# What to make with Kraft brain molds, other than Jello?



## LadySherry

You can do pudding. I did vanilla pudding with food coloring in it . It was great and looked real


----------



## 13ghosts

I've used it to make dip. I just lined the mold with saran wrap when I made it. 
Here's the recipe I used, it always goes over well
http://allrecipes.com/recipe/beer-dip-i?sitepref=ar


----------



## Super_Freak

I like to put a smoked salmon and cream cheese dip into my brain mold. The chunky texure and pinkish color are very convincing! 
Just line the mold with plastic wrap and fill with room temperature dip (crumbled smoke salmon and softened cream cheese combined). Press it firmly against the mold, cover and refrigerate. Serve on a platter with a cracker assortment and green olives and put just a couple drops of red food coloring on top so that it runs down the 'brain cracks' just right. Yum!
My hubby just returned from fishing, loaded with salmon for smoking. All I see is delicious brain dip - can't wait!


----------



## Blarghity

Sorry, all I've done is Jello - as a brain in a jar. Did the brain with strawberry jello, and put it in a glass cookie jar with lemon jello, so it looked like the brain was suspended in yellow fluid. Turned out awesome as a completely edible dinner centerpiece/dessert.


----------



## Ghost of Spookie

Don't know about the plastic that the mold is made from but maybe it could be made as an ice cream mold.


----------



## Ghouliet

I did not use the brain mold for ice in my punch but I have used the skull mold for that so perhaps it would work too.


----------



## kmb123

Thanks for all the great ideas folks! 

Super_Freak - I think I may try a variation of your suggestion. I'm not a big fan of salmon so I may try to find a dip with similar consistency without the salmon. Am I correct in saying that pretty much any recipe with cream cheese as the base should work?


----------



## jenscats5

I made a shrimp dip last year, but no one ate it......looked cool tho!!


----------



## kmb123

jenscats5 - that's been a problem I've had in the past too. Most of our friends ooooh and ahhhh over the nasty appearance of the food, but they don't eat it because it looks too gross. The ones that do eat it try to convince the others that it tastes much better than it looks but some just can't stomach it.


----------



## jenscats5

kmb123 said:


> jenscats5 - that's been a problem I've had in the past too. Most of our friends ooooh and ahhhh over the nasty appearance of the food, but they don't eat it because it looks too gross. The ones that do eat it try to convince the others that it tastes much better than it looks but some just can't stomach it.

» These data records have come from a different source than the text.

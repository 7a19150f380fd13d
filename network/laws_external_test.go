package network_test

import (
	"fmt"
	"reflect"
	"testing"

	"kinetarium/internal/gennet"
	"kinetarium/network"
)

// The sparse elimination gives the same laws, weight for weight and in the
// same order, as the earlier dense rational elimination on 300 random
// networks of 2 to 60 species (the reduced row echelon form is unique, and
// the sign improvement only combines laws that share species, so the
// results must be identical, not only span the same space).
func TestConservationLawsMatchDenseMethod(t *testing.T) {
	total, withLaws, multi := 0, 0, 0
	for seed := range uint64(300) {
		m := gennet.Random(seed, 2+int(seed%59))
		net, probs := network.Check(m)
		if err := probs.Err(); err != nil {
			t.Fatalf("random network %d: %v", seed, err)
		}
		got := net.ConservationLaws()
		want := network.DenseConservationLaws(net)
		if !reflect.DeepEqual(got, want) {
			t.Errorf("random network %d (%d species): sparse laws\n%v\ndense laws\n%v", seed, len(m.Species), texts(got), texts(want))
		}
		total += len(got)
		if len(got) > 0 {
			withLaws++
		}
		for _, l := range got {
			if len(l.Terms) > 2 {
				multi++
				break
			}
		}
	}
	// The comparison means something only if the networks have laws, and
	// laws of more than two species.
	if withLaws < 150 || multi < 50 {
		t.Errorf("only %d of 300 random networks have laws (%d in all), %d with a law of 3 or more species; the generator no longer exercises the method", withLaws, total, multi)
	}
	t.Logf("%d laws in %d networks; %d networks with a law of 3 or more species", total, withLaws, multi)
}

func texts(ls []network.ConservationLaw) []string {
	var s []string
	for _, l := range ls {
		s = append(s, fmt.Sprintf("%s %v", l.Text, l.Terms))
	}
	return s
}
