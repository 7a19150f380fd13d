package network

import "testing"

// The unit of an assignment without a declared one is the unit its
// expression comes out in, written in the model's units (dimensional
// analysis, common practice): A + B in uM, k·A in uM/s with k in 1/s,
// A/B a pure number, A·V in uM·L (an amount) written as umol, the unit
// symbol equal to it. A declared unit is kept; a name without a unit
// leaves the unit unknown.
func TestInferredAssignmentUnits(t *testing.T) {
	m := &Model{
		Units:        Units{Time: "s", Amount: "uM"},
		Species:      []Species{{Name: "A", Initial: 1}, {Name: "B", Initial: 1}},
		Parameters:   []Parameter{{Name: "k", Value: 1, Unit: "1/s"}, {Name: "V", Value: 2, Unit: "L"}, {Name: "q", Value: 1}},
		Compartments: nil,
		Assignments: []Assignment{
			{Name: "sum", Expression: "A + B"},
			{Name: "flux", Expression: "k*A"},
			{Name: "ratio", Expression: "A/B"},
			{Name: "amount", Expression: "A*V"},
			{Name: "told", Expression: "A", Unit: "nM"},
			{Name: "unknown", Expression: "q*A"},
		},
		Reactions: []Reaction{{Name: "r", Equation: "A -> B", Rate: NewRate(MassAction, "k", Named("k"))}},
	}
	net, probs := Check(m)
	if err := probs.Err(); err != nil {
		t.Fatal(err)
	}
	want := map[string]struct {
		unit     string
		inferred bool
	}{
		"sum": {"uM", true}, "flux": {"uM/s", true}, "ratio": {"1", true}, "amount": {"umol", true},
		"told": {"nM", false}, "unknown": {"", false},
	}
	for _, ca := range net.Assignments {
		w := want[ca.Name]
		if ca.Unit != w.unit || ca.UnitInferred != w.inferred {
			t.Errorf("%s: unit %q (inferred %v), want %q (inferred %v)", ca.Name, ca.Unit, ca.UnitInferred, w.unit, w.inferred)
		}
	}
	sys, err := net.Compile()
	if err != nil {
		t.Fatal(err)
	}
	got := sys.AssignmentUnits()
	for k, name := range sys.Assignments() {
		if got[k] != want[name].unit {
			t.Errorf("System.AssignmentUnits()[%d] (%s) = %q, want %q", k, name, got[k], want[name].unit)
		}
	}
}
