package network

import (
	"strings"
	"testing"
)

// The definition checked here is SBML's: a modifier is a species that
// affects a reaction's rate without being changed by it (SBML Level 3
// Core, ModifierSpeciesReference; from memory). The effects follow from
// the signs of closed-form derivatives of textbook rate laws: for
// v = kcat·E·S/(Km + S), ∂v/∂E = kcat·S/(Km + S) > 0; for competitive
// inhibition v = Vmax·S/(Km·(1 + I/Ki) + S), ∂v/∂I < 0; for a Hill
// activator v = a·X^n/(K^n + X^n), ∂v/∂X > 0 (common practice).
func TestModifiers(t *testing.T) {
	species := []Species{{Name: "E", Initial: 1}, {Name: "S", Initial: 5}, {Name: "P"}, {Name: "I", Initial: 0.5}, {Name: "X"}}
	params := []Parameter{{Name: "k", Value: 1}, {Name: "km", Value: 2}, {Name: "ki", Value: 0.3}, {Name: "vmax", Value: 3}}
	cases := []struct {
		name  string
		rxn   Reaction
		asg   []Assignment
		want  string // "E:activates I:inhibits", or "" for none
		notes string
	}{
		{"mass action has none", Reaction{Name: "r", Equation: "S -> P", Rate: NewRate(MassAction, "k", "k")}, nil, "", ""},
		{"kcat enzyme", Reaction{Name: "r", Equation: "S -> P", Rate: NewRate(MichaelisMenten, "kcat", "k", "enzyme", "E", "km", "km")}, nil, "E:activates", "the enzyme field is read and not changed"},
		{"vmax form has none", Reaction{Name: "r", Equation: "S -> P", Rate: NewRate(MichaelisMenten, "vmax", "vmax", "km", "km")}, nil, "", ""},
		{"catalyst on both sides", Reaction{Name: "r", Equation: "S + E -> P + E", Rate: NewRate(MassAction, "k", "k")}, nil, "E:activates", "zero net change, read by mass action"},
		{"catalyst written but not read", Reaction{Name: "r", Equation: "S + E -> P + E", Rate: Rate{Law: Expression, Expression: "k*S"}}, nil, "E:modulates", "written on both sides, no effect on the rate"},
		{"competitive inhibitor", Reaction{Name: "r", Equation: "S -> P", Rate: Rate{Law: Expression, Expression: "vmax*S/(km*(1 + I/ki) + S)"}}, nil, "I:inhibits", ""},
		// X starts at 0, where the Hill derivative n·X^(n−1)… is 0; the
		// other two states decide.
		{"Hill activator", Reaction{Name: "r", Equation: "-> P", Rate: Rate{Law: Expression, Expression: "vmax*X^2/(km^2 + X^2)"}}, nil, "X:activates", ""},
		{"repressor", Reaction{Name: "r", Equation: "-> P", Rate: Rate{Law: Expression, Expression: "vmax/(1 + (I/ki)^2)"}}, nil, "I:inhibits", ""},
		{"through an assignment", Reaction{Name: "r", Equation: "S -> P", Rate: Rate{Law: Expression, Expression: "k*Etot*S"}},
			[]Assignment{{Name: "Etot", Expression: "E + X"}}, "E:activates X:activates", "assignments are written out"},
		{"reactant is not a modifier", Reaction{Name: "r", Equation: "S + E -> P", Rate: NewRate(MassAction, "k", "k")}, nil, "", "E is consumed"},
		{"autocatalysis is not a modifier", Reaction{Name: "r", Equation: "S + P -> 2 P", Rate: NewRate(MassAction, "k", "k")}, nil, "", "P's net change is +1"},
		{"reactant read elsewhere too", Reaction{Name: "r", Equation: "S -> P", Rate: Rate{Law: Expression, Expression: "k*S*E/(1 + S)"}}, nil, "E:activates", ""},
	}
	for _, c := range cases {
		m := &Model{Species: species, Parameters: params, Assignments: c.asg, Reactions: []Reaction{c.rxn}}
		net, probs := Check(m)
		if probs.HasErrors() {
			t.Errorf("%s: %v", c.name, probs.Err())
			continue
		}
		var got []string
		for _, mod := range net.Modifiers(0) {
			got = append(got, mod.Species+":"+mod.Effect.String())
		}
		if s := strings.Join(got, " "); s != c.want {
			t.Errorf("%s: modifiers %q, want %q (%s)", c.name, s, c.want, c.notes)
		}
	}
}

// A derivative whose sign differs between the sampled states gives
// Modulates: ∂/∂X of k·S·(X − 0.5)·(X − 3) is k·S·(2X − 3.5), +6.5·k·S at
// the initial X = 5 and −1.5·k·S at X = 1.
func TestModifierSignDiffers(t *testing.T) {
	m := &Model{
		Species:    []Species{{Name: "S", Initial: 1}, {Name: "P"}, {Name: "X", Initial: 5}},
		Parameters: []Parameter{{Name: "k", Value: 1}},
		Reactions:  []Reaction{{Name: "r", Equation: "S -> P", Rate: Rate{Law: Expression, Expression: "k*S*(X - 0.5)*(X - 3)"}}},
	}
	net, probs := Check(m)
	if probs.HasErrors() {
		t.Fatal(probs.Err())
	}
	mods := net.Modifiers(0)
	if len(mods) != 1 || mods[0].Effect != Modulates {
		t.Errorf("modifiers %v, want X modulates (2X − 3.5 is +6.5 at X = 5 and −1.5 at X = 1)", mods)
	}
}

func TestModifiersOfBadReaction(t *testing.T) {
	m := &Model{Species: []Species{{Name: "S"}}, Reactions: []Reaction{{Name: "r", Equation: "S => ", Rate: NewRate(MassAction, "k", 1)}}}
	net, _ := Check(m)
	if mods := net.Modifiers(0); mods != nil {
		t.Errorf("a reaction whose equation does not read has modifiers %v", mods)
	}
	if mods := net.Modifiers(5); mods != nil {
		t.Errorf("reaction 5 of 1 has modifiers %v", mods)
	}
}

I didn't think the shrimp dip looked too gross - I wonder if people just didn't like it cuz I did spinach dip ala puking pumpkin & that went over well. Dunno, but won't bother making the shrimp dip again....definitely not worth making food people won't eat!


----------



## Super_Freak

kmb123 said:


> Thanks for all the great ideas folks!
> 
> Super_Freak - I think I may try a variation of your suggestion. I'm not a big fan of salmon so I may try to find a dip with similar consistency without the salmon. Am I correct in saying that pretty much any recipe with cream cheese as the base should work?


kmb123 - Yes, I think any dip made with cream cheese would work well in a mold, since it's the perfect consistency to get into all those little knooks and crannys. Just be sure it's room temp to start and you press it into the mold really well. The first one I made I didn't do this and it was just sort of a vague looking lump haha. Good luck and have fun!


----------



## Dani21

how do you get the brain mold??


----------



## kmb123

You can get it at the link below. It is FREE + $2.95 shipping!

https://apfco.com/secure/w1381/product_description.cfm?product=KW1381-1


----------



## Shannie-Boo

http://www.halloweenforum.com/party-ideas-experiences-recipes/110166-brain-mold-recipe-cant-find.html

This might help. I do a ham spread that is so popular, I made two brains one year (the recipe is in the link).


----------



## Muffy

Shannie-Boo, I'm still trying to find the link for this ham salad you do in the brain mold.......can you direct me to where that recipe is.


----------



## Chrissy

I always get a couple of boxes of No Bake Jello cheesecake and it comes out great! I use food coloring to make the mixture a nice brainy color and then use the strawberry sauce as blood. Everyone loves it!


----------



## witchy poo

Chrissy said:


> I always get a couple of boxes of No Bake Jello cheesecake and it comes out great! I use food coloring to make the mixture a nice brainy color and then use the strawberry sauce as blood. Everyone loves it!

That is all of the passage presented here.